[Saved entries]
********

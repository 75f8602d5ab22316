//! How a JSON document is written: a line for what belongs together, so that a person can read it and a comparison of
//! two of them says where they part.

use serde::Serialize;
use serde_json::ser::Formatter;
use std::io::{Result, Write};

/// Deeper than this, an object or a list stands on one line.
const DEEPEST_INDENTED: usize = 5;

/// The document, indented down to some depth, with a line end.
///
/// # Errors
/// A number or text that JSON cannot hold: a fault of ours.
pub(super) fn lines(document: &impl Serialize) -> serde_json::Result<Vec<u8>> {
    let mut text = Vec::new();
    document.serialize(&mut serde_json::Serializer::with_formatter(&mut text, Lines::default()))?;
    text.push(b'\n');
    Ok(text)
}

/// Writes each entry of the outer objects and lists on a line of its own.
#[derive(Default)]
struct Lines {
    depth: usize,
    has_entries: bool,
}

impl Lines {
    fn new_line(&self, writer: &mut (impl Write + ?Sized), depth: usize) -> Result<()> {
        writer.write_all(b"\n")?;
        (0..depth).try_for_each(|_| writer.write_all(b"  "))
    }

    fn begin(&mut self, writer: &mut (impl Write + ?Sized), bracket: &[u8]) -> Result<()> {
        self.depth += 1;
        self.has_entries = false;
        writer.write_all(bracket)
    }

    fn entry(&self, writer: &mut (impl Write + ?Sized), is_first: bool) -> Result<()> {
        let is_indented = self.depth <= DEEPEST_INDENTED;
        match (is_first, is_indented) {
            (true, true) => {}
            (true, false) => return Ok(()),
            (false, true) => writer.write_all(b",")?,
            (false, false) => return writer.write_all(b", "),
        }
        self.new_line(writer, self.depth)
    }

    fn end(&mut self, writer: &mut (impl Write + ?Sized), bracket: &[u8]) -> Result<()> {
        let is_indented = self.depth <= DEEPEST_INDENTED;
        self.depth -= 1;
        if self.has_entries && is_indented {
            self.new_line(writer, self.depth)?;
        }
        self.has_entries = true;
        writer.write_all(bracket)
    }
}

impl Formatter for Lines {
    fn begin_array<W: ?Sized + Write>(&mut self, writer: &mut W) -> Result<()> {
        self.begin(writer, b"[")
    }

    fn end_array<W: ?Sized + Write>(&mut self, writer: &mut W) -> Result<()> {
        self.end(writer, b"]")
    }

    fn begin_array_value<W: ?Sized + Write>(&mut self, writer: &mut W, is_first: bool) -> Result<()> {
        self.entry(writer, is_first)
    }

    fn end_array_value<W: ?Sized + Write>(&mut self, _: &mut W) -> Result<()> {
        self.has_entries = true;
        Ok(())
    }

    fn begin_object<W: ?Sized + Write>(&mut self, writer: &mut W) -> Result<()> {
        self.begin(writer, b"{")
    }

    fn end_object<W: ?Sized + Write>(&mut self, writer: &mut W) -> Result<()> {
        self.end(writer, b"}")
    }

    fn begin_object_key<W: ?Sized + Write>(&mut self, writer: &mut W, is_first: bool) -> Result<()> {
        self.entry(writer, is_first)
    }

    fn begin_object_value<W: ?Sized + Write>(&mut self, writer: &mut W) -> Result<()> {
        writer.write_all(b": ")
    }

    fn end_object_value<W: ?Sized + Write>(&mut self, _: &mut W) -> Result<()> {
        self.has_entries = true;
        Ok(())
    }
}

#[cfg(test)]
mod tests {
    use super::*;
    use serde_json::{Value, json};

    /// The outer levels are as the library's own indented form has them, whatever is deeper stands on a line, and nothing
    /// is lost.
    #[test]
    fn outer_entries_have_lines_and_inner_ones_share_one() {
        let shallow = json!({"a": [1, 2.5], "b": {}, "c": [], "d": "x\ny"});
        let text = String::from_utf8(lines(&shallow).unwrap()).unwrap();
        assert_eq!(text, serde_json::to_string_pretty(&shallow).unwrap() + "\n");
        let deep = json!([[[[[[1, [2], {"k": [], "l": null}]]]]]]);
        let text = String::from_utf8(lines(&deep).unwrap()).unwrap();
        assert!(text.contains("\n          [1, [2], {\"k\": [], \"l\": null}]\n"), "{text}");
        assert_eq!(serde_json::from_str::<Value>(&text).unwrap(), deep);
    }
}
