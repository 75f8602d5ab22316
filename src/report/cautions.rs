//! What a reader must know before using a number. The first ones matter most.

use super::numbers::fixed;
use super::reader::Reader;
use crate::perturb::Warming;
use crate::snow::SnowOptions;

pub(super) use crate::figures::PLANNING_AID;

/// Cautions in a reader's units, in order of weight.
pub(super) fn cautions(reader: Reader, warming: &Warming, options: &SnowOptions) -> [String; 9] {
    let unit = reader.units.temperature();
    let [low, high] = [1.0, 3.0].map(|c| fixed(unit.of(c), 0));
    let humidity = if options.wet_bulb {
        "Rain and snow are told apart by the wet bulb at the station's relative humidity, the same in every band and at every \
         level; how humidity changes with elevation and warming is left out."
            .to_owned()
    } else {
        format!(
            "Rain and snow are told apart by air temperature; humidity matters between about {low} and {high} {}.",
            unit.word
        )
    };
    let sublimation = if options.sublimation.is_some() { "" } else { "sublimation, " };
    let not_represented = format!(
        "Not represented: wind drift, forest interception, {sublimation}fire, dust, glaciers, soil, groundwater, evaporation. \
         Snowpack outflow and water input are water leaving the snow and reaching the ground, not streamflow."
    );
    let claim = format!(
        "'In this model, {} makes' is what these numbers say; never that warming caused what a year brought.",
        reader.level(2.0)
    );
    let (spread, left_out) = match warming.level_change_pct_per_1000m {
        0.0 => (
            "Warming is added evenly to every day and band",
            "inversions and warming that grows with elevation are left out",
        ),
        _ => (
            "Warming is added evenly to every day and changes with elevation as stated (the evidence for such a change is mixed)",
            "inversions are left out",
        ),
    };
    let added = match warming.wet_day_intensity_pct_per_c {
        None => format!(
            "{spread}: storms, wet days, and the link of temperature and precipitation stay those of the record, {left_out}."
        ),
        Some(_) => format!(
            "{spread}, and wet days change in number and amount alone: all by one factor, the largest as the smallest. A day \
             that has lost its rain stays as cool as it was; {left_out}."
        ),
    };
    [
    PLANNING_AID,
    "What if, not forecast: no warming level has a date or a likelihood here.",
    "The spread holds precipitation's chance and the stated assumptions only. True uncertainty is wider.",
    "Degree-day factors describe melt in the climate they come from. Melt may slow as it moves earlier into the year, \
     and factors change with cloud, albedo and season; no direction of the error is claimed.",
    &added,
    &humidity,
    &not_represented,
    "Resampled years cannot hold a drought longer, or a storm larger, than the record's years can be put together to.",
    &claim,
]
.map(str::to_owned)
}
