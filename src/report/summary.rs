//! `summary.json`: every number that the briefing says or a figure draws.

use super::SCHEMA_VERSION;
use super::answer::Answer;
use super::json::lines;
use super::methods::{METHODS, Methods};
use super::study::Study;
use crate::baseline::{Baseline, Detrended};
use crate::basin::BeyondStations;
use crate::findings::Findings;
use crate::season::{Outcome, SeasonSettings};
use crate::units::UnitSystem;
use crate::weather::{Counts, SkippedYear};
use serde::Serialize;

#[derive(Serialize)]
struct Summary<'a> {
    schema_version: u32,
    program: &'static str,
    title: &'a str,
    units: UnitsSaid,
    answer: &'a Answer,
    quantiles: &'static str,
    methods: Methods,
    season: &'a SeasonSettings,
    basin: BasinSummary,
    record: RecordSummary<'a>,
    findings: &'a Findings,
}

/// In which units the document's numbers stand, and in which its words and the rest of the report.
#[derive(Serialize)]
struct UnitsSaid {
    numbers: UnitSystem,
    words_figures_and_tables: UnitSystem,
}

#[derive(Serialize)]
struct BasinSummary {
    area_km2: f64,
    bands: usize,
    lowest_m: f64,
    highest_m: f64,
    #[serde(skip_serializing_if = "Option::is_none")]
    mean_elevation_of_warming_m: Option<f64>,
    precipitation_over_station: f64,
    mean_precipitation_mm: f64,
    area_beyond_stations: Option<BeyondStations>,
    reference_swe_beyond_stations: Option<BeyondStations>,
}

#[derive(Serialize)]
struct RecordSummary<'a> {
    #[serde(flatten)]
    counts: &'a Counts,
    years_used: usize,
    years_left_out: &'a [SkippedYear],
    mean_station_precipitation_mm: f64,
    headline_mean: Option<f64>,
    headline_coefficient_of_variation: Option<f64>,
    headline_by_year: Vec<HeadlineYear>,
    baseline: Option<&'a Baseline>,
    detrended: Option<&'a Detrended>,
}

#[derive(Serialize)]
struct HeadlineYear {
    water_year: i32,
    value: Outcome,
}

/// `summary.json`.
///
/// # Errors
/// A number that JSON cannot hold: a fault of ours.
pub fn summary_json(study: &Study<'_>, answer: &Answer) -> serde_json::Result<Vec<u8>> {
    let basin = study.basin;
    let ratio = basin.precipitation_ratio(study.station_elevation_m);
    let headline = |year: &crate::ensemble::RecordYear| HeadlineYear {
        water_year: year.water_year,
        value: study
            .record
            .measures
            .first()
            .zip(year.values.first())
            .map_or(Outcome::None, |(measure, value)| measure.kind.outcome(*value)),
    };
    let mean_and_variation = study.record.headline_mean_and_variation();
    lines(&Summary {
        schema_version: SCHEMA_VERSION,
        program: "thawline",
        title: study.title,
        units: UnitsSaid { numbers: UnitSystem::Metric, words_figures_and_tables: study.reader.units },
        answer,
        quantiles: "Hyndman & Fan (1996) type 8; amounts in mm, SWE area in mm days, shares from 0 to 1, counts of \
                    days, dates as day of the water year counted from 1",
        methods: METHODS,
        season: study.season,
        basin: BasinSummary {
            area_km2: basin.area_km2(),
            bands: basin.bands.len(),
            lowest_m: basin.bands.first().map_or(0.0, |band| band.lower_m),
            highest_m: basin.bands.last().map_or(0.0, |band| band.upper_m),
            mean_elevation_of_warming_m: study.mean_elevation_of_warming_m(),
            precipitation_over_station: ratio,
            mean_precipitation_mm: ratio * study.record.mean_precipitation_mm,
            area_beyond_stations: study.beyond_stations,
            reference_swe_beyond_stations: study.swe_beyond_stations,
        },
        record: RecordSummary {
            counts: study.record.counts,
            years_used: study.record.years.len(),
            years_left_out: study.record.skipped,
            mean_station_precipitation_mm: study.record.mean_precipitation_mm,
            headline_mean: mean_and_variation.map(|[mean, _]| mean),
            headline_coefficient_of_variation: mean_and_variation.map(|[_, variation]| variation),
            headline_by_year: study.record.years.iter().map(headline).collect(),
            baseline: study.record.baseline,
            detrended: study.record.detrended,
        },
        findings: study.findings,
    })
}
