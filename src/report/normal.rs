//! Percent of median: the baseline years in words, and tables.

use super::numbers::counted;
use super::study::Study;
use super::tables::{GroundColumns, ReportFile, finish, optional, write, yes_or_no};
use crate::baseline::{BaselineChoice, BaselineYears, ENOUGH_BASELINE_YEARS, USUAL_BASELINE};
use crate::findings::{MedianSwe, RecordFindings};
use csv::Writer;

/// `1991 to 2020, of which 28 are in use`, with where they come from.
pub(super) fn baseline_years_in_words(years: &BaselineYears) -> String {
    let are_in_use = match years.in_use {
        1 => "1 is in use".to_owned(),
        count => format!("{count} are in use"),
    };
    let (first, last) = (years.first, years.last);
    match years.choice {
        BaselineChoice::Stated => format!("{first} to {last} as stated, of which {are_in_use}"),
        BaselineChoice::Usual => format!("{first} to {last}, of which {are_in_use}"),
        BaselineChoice::AllInUse => format!(
            "all {} in use, {first} to {last}, since fewer than {ENOUGH_BASELINE_YEARS} of {} to {} are",
            counted(years.in_use, "year"),
            USUAL_BASELINE[0],
            USUAL_BASELINE[1]
        ),
    }
}

/// `tables/percent-of-median.csv` and `tables/medians.csv`.
pub(super) fn normal_tables(study: &Study<'_>) -> Vec<ReportFile> {
    let Some(record) = &study.findings.record else { return Vec::new() };
    vec![
        ("tables/percent-of-median.csv".to_owned(), percents(study, record)),
        ("tables/medians.csv".to_owned(), medians(study, record)),
    ]
}

/// One row a survey date, level and year.
fn percents(study: &Study<'_>, record: &RecordFindings) -> Vec<u8> {
    let (depth, warming) = (study.reader.units.depth(), study.reader.units.warming());
    let mut writer = Writer::from_writer(Vec::new());
    let header = [
        "water_year".to_owned(),
        "baseline_year".to_owned(),
        "survey".to_owned(),
        format!("level_{}", warming.suffix),
        format!("swe_{}", depth.suffix),
        format!("median_{}", depth.suffix),
        "percent_of_median".to_owned(),
        "percent_of_first_survey_median".to_owned(),
        format!("moved_median_{}", depth.suffix),
        "percent_of_moved_median".to_owned(),
        "flag".to_owned(),
    ];
    write(&mut writer, &header);
    let or_none = |percent: Option<f64>| percent.map_or("none".to_owned(), |percent| percent.to_string());
    for on in &record.percent_of_median {
        for level in &on.levels {
            for (at, year) in record.years.iter().enumerate() {
                let first = level.percent_of_first_survey.as_ref().map(|percents| or_none(percents[at]));
                let row = [
                    year.water_year.to_string(),
                    yes_or_no(year.is_baseline),
                    on.survey.to_string(),
                    warming.of(level.level_c).to_string(),
                    depth.of(level.swe_mm[at]).to_string(),
                    depth.of(on.basin.median_mm).to_string(),
                    or_none(level.percent[at]),
                    first.unwrap_or_default(),
                    depth.of(level.moved_median_mm).to_string(),
                    or_none(level.percent_of_moved[at]),
                    flag(&on.basin),
                ];
                write(&mut writer, &row);
            }
        }
    }
    finish(writer)
}

/// One row a survey date and band, the basin's last.
fn medians(study: &Study<'_>, record: &RecordFindings) -> Vec<u8> {
    let units = study.reader.units;
    let (depth, elevation, area) = (units.depth(), units.elevation(), units.area());
    let mut writer = Writer::from_writer(Vec::new());
    let bands = &study.basin.bands;
    let ground = GroundColumns::of(bands);
    let mut header = vec![
        "survey".to_owned(),
        "band".to_owned(),
        format!("lower_{}", elevation.suffix),
        format!("upper_{}", elevation.suffix),
        format!("area_{}", area.suffix),
    ];
    header.extend(ground.names());
    header.extend([
        format!("median_{}", depth.suffix),
        format!("highest_median_of_year_{}", depth.suffix),
        "percent_of_highest".to_owned(),
        "flag".to_owned(),
    ]);
    write(&mut writer, &header);
    for on in &record.percent_of_median {
        let of_bands = bands.iter().zip(&on.bands).enumerate().map(|(number, (band, median))| {
            (
                [
                    (number + 1).to_string(),
                    elevation.of(band.lower_m).to_string(),
                    elevation.of(band.upper_m).to_string(),
                ],
                band.area_km2,
                Some(band),
                median,
            )
        });
        let edges =
            bands.first().zip(bands.last()).map_or([0.0; 2], |(low, high)| [low.lower_m, high.upper_m]);
        let [low, high] = edges.map(|edge_m| elevation.of(edge_m).to_string());
        let of_basin = (["basin".to_owned(), low, high], study.basin.area_km2(), None, &on.basin);
        for (place, area_km2, band, median) in of_bands.chain([of_basin]) {
            let highest = median.highest_median_mm;
            let mut row = vec![on.survey.to_string()];
            row.extend(place);
            row.push(area.of(area_km2).to_string());
            row.extend(ground.cells(band));
            row.extend([median.median_mm, highest].map(|mm| depth.of(mm).to_string()));
            row.push(optional((highest > 0.0).then(|| 100.0 * median.median_mm / highest)));
            row.push(flag(median));
            write(&mut writer, &row);
        }
    }
    finish(writer)
}

fn flag(median: &MedianSwe) -> String {
    if median.is_unstable { "unstable".to_owned() } else { String::new() }
}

********

• _TASK TO COMPLETE_: Scan the entries above. Copy each line that has the string "added".

• _EXERCISE RESULT_:
            "Warming is added evenly to every day and band",
            "Warming is added evenly to every day and changes with elevation as stated (the evidence for such a change is mixed)",
    let added = match warming.wet_day_intensity_pct_per_c {
    &added,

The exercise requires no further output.